In dieser Artikelserie wollen wir eine Zeitreise unternehmen, von den 50er Jahren bis ins Jetzt und darüber hinaus in die nahe Zukunft. Wie hat sich die Zivil- und Katastrophenschutzorganisation nach dem Zweiten Weltkrieg entwickelt? Was ist alles passiert und wie sieht es in der „blauen“ Hilfsorganisation jetzt aus?

Im letzten Teil des Rückblicks auf 70 Jahre Technisches Hilfswerk Gronau fehlen nur noch die 2020er Jahre, die düster anfingen: Die Corona-Pandemie erfasste die ganze Welt. Aus Vorsicht wurde fast alles heruntergefahren. Persönliche Kontakte aller Art waren tabu, Firmen verlagerten massiv ins Home-Office, Millionen Schüler sahen ihre Mitschüler und Lehrer wochenlang bestenfalls am Computerbildschirm.

Beim THW Gronau war das nicht anders: Der reguläre Dienstbetrieb für Ausbildungen und Übungen wurde zunächst eingestellt. Lediglich Einsätze und notwendige Instandhaltungsmaßnahmen fanden statt. Nach dem ersten Schock fanden die Gronauer schnell einen Ausweg: als einer der ersten THW-Ortsverbände veranstalteten sie „Online-Dienstabende“. Nur zwei bis drei Helferinnen mit Mundschutz zeigten den Umgang mit Rettungsgerät in der Unterkunft, per Videokonferenz wurde das in die heimischen Wohnzimmer der restlichen Mitglieder übertragen.

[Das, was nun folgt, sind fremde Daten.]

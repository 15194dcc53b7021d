import fc from "fast-check";
import { describe, expect, it } from "vitest";
import { findMentions, type Mentionable } from "./find-mentions";
import { resolveMentions } from "./resolve-mentions";
import { unresolvedMentionsMessage } from "./unresolved-mentions-message";

const members: Mentionable[] = [
  { userId: "u1", email: "erin.e@example.org", name: "Erin Engineer" },
  { userId: "u2", email: "lee@example.org", name: "Lee Lead" },
  { userId: "u3", email: "erin.o@example.org", name: "Erin Owner" },
  { userId: "u4", email: "vic@example.org", name: "Victor" },
];
const ids = (t: string) => resolveMentions(t, members).mentioned.map((m) => m.userId);
const unresolved = (t: string) => resolveMentions(t, members).unresolved.map((u) => u.written);

describe("resolveMentions", () => {
  it("the issue's three ways of naming Erin: by first name when it is unique, quoted full name, full name", () => {
    const solo = members.filter((m) => m.userId !== "u3");
    const solved = (t: string) => resolveMentions(t, solo).mentioned.map((m) => m.userId);
    expect(solved("@erin please look")).toEqual(["u1"]);
    expect(solved("@Erin, please look")).toEqual(["u1"]);
    expect(solved('@"Erin Engineer" please look')).toEqual(["u1"]);
    expect(solved("@Erin Engineer please look")).toEqual(["u1"]);
  });

  it("by e-mail address and by the part before its @", () => {
    expect(ids("@LEE@example.org and @vic.")).toEqual(["u2", "u4"]);
  });

  it("a first name two people share is unresolved and names both", () => {
    const r = resolveMentions("@erin?", members);
    expect(r.mentioned).toEqual([]);
    expect(r.unresolved).toEqual([{ written: "@erin", at: 0, candidates: ["Erin Engineer", "Erin Owner"] }]);
    expect(unresolvedMentionsMessage(r.unresolved)).toBe(
      "@erin fits Erin Engineer and Erin Owner: write the full name or the e-mail address",
    );
  });

  it("unknown names, quoted names and addresses are unresolved", () => {
    expect(unresolved('@nobody and @"No Body" and @x@example.org')).toEqual([
      "@nobody",
      '@"No Body"',
      "@x@example.org",
    ]);
    expect(unresolvedMentionsMessage(resolveMentions("@nobody", members).unresolved)).toBe(
      "no team member is called @nobody",
    );
  });

  it("an @ inside a word or an address, or alone, is no mention", () => {
    expect(resolveMentions("mail bob@example.org, or me @ home; 3@4", members)).toEqual({
      mentioned: [],
      unresolved: [],
    });
  });

  it("order of first mention, each member once", () => {
    expect(ids("@vic @Lee Lead @victor @lee")).toEqual(["u4", "u2"]);
  });

  it("property: text without @ mentions nobody and leaves nothing unresolved", () => {
    fc.assert(
      fc.property(
        fc.string().map((s) => s.replace(/@/g, "")),
        (t) => {
          expect(resolveMentions(t, members)).toEqual({ mentioned: [], unresolved: [] });
        },
      ),
    );
  });

  it("property: agrees with findMentions on every member it finds by e-mail or full name (the simpler reading)", () => {
    const sep = fc.constantFrom(" ", ", ", "; ", "\n", "! ");
    const token = fc.constantFrom(...members.flatMap((m) => [`@${m.email}`, `@${m.name}`]));
    fc.assert(
      fc.property(fc.array(fc.tuple(token, sep), { maxLength: 6 }), (parts) => {
        const text = parts.map(([t, s]) => t + s).join("");
        const r = resolveMentions(text, members);
        expect(r.unresolved).toEqual([]);
        expect(r.mentioned.map((m) => m.userId)).toEqual(findMentions(text, members).map((m) => m.userId));
      }),
    );
  });
});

Bis zu den Coronaimpfungen gab es eine strikte Trennung: Es wurden zwei Gruppen gebildet, welche einander nicht begegnen durften. Jede Woche wurde abgewechselt, die eine Gruppe übernahm Einsätze und Dienstabende, die andere blieb Zuhause. So wurde sichergestellt, dass sich nicht der gesamte Ortsverband bei einer gemeinsamen Aktion infizierte und nicht mehr einsatzbereit wäre. Hinzu kamen Schnelltests für alle Helferinnen und Helfern vor jedem Dienst und jedem Einsatz. Das Konzept bewährte sich, es gab keine größeren Ausfälle. Selbst der THW-Nikolaus, der einmal im Jahr die Kinder der Gronauer THW-Angehörigen besuchte, kam auf der Ladefläche eines THW-LKW nach Hause und blieb auf Abstand.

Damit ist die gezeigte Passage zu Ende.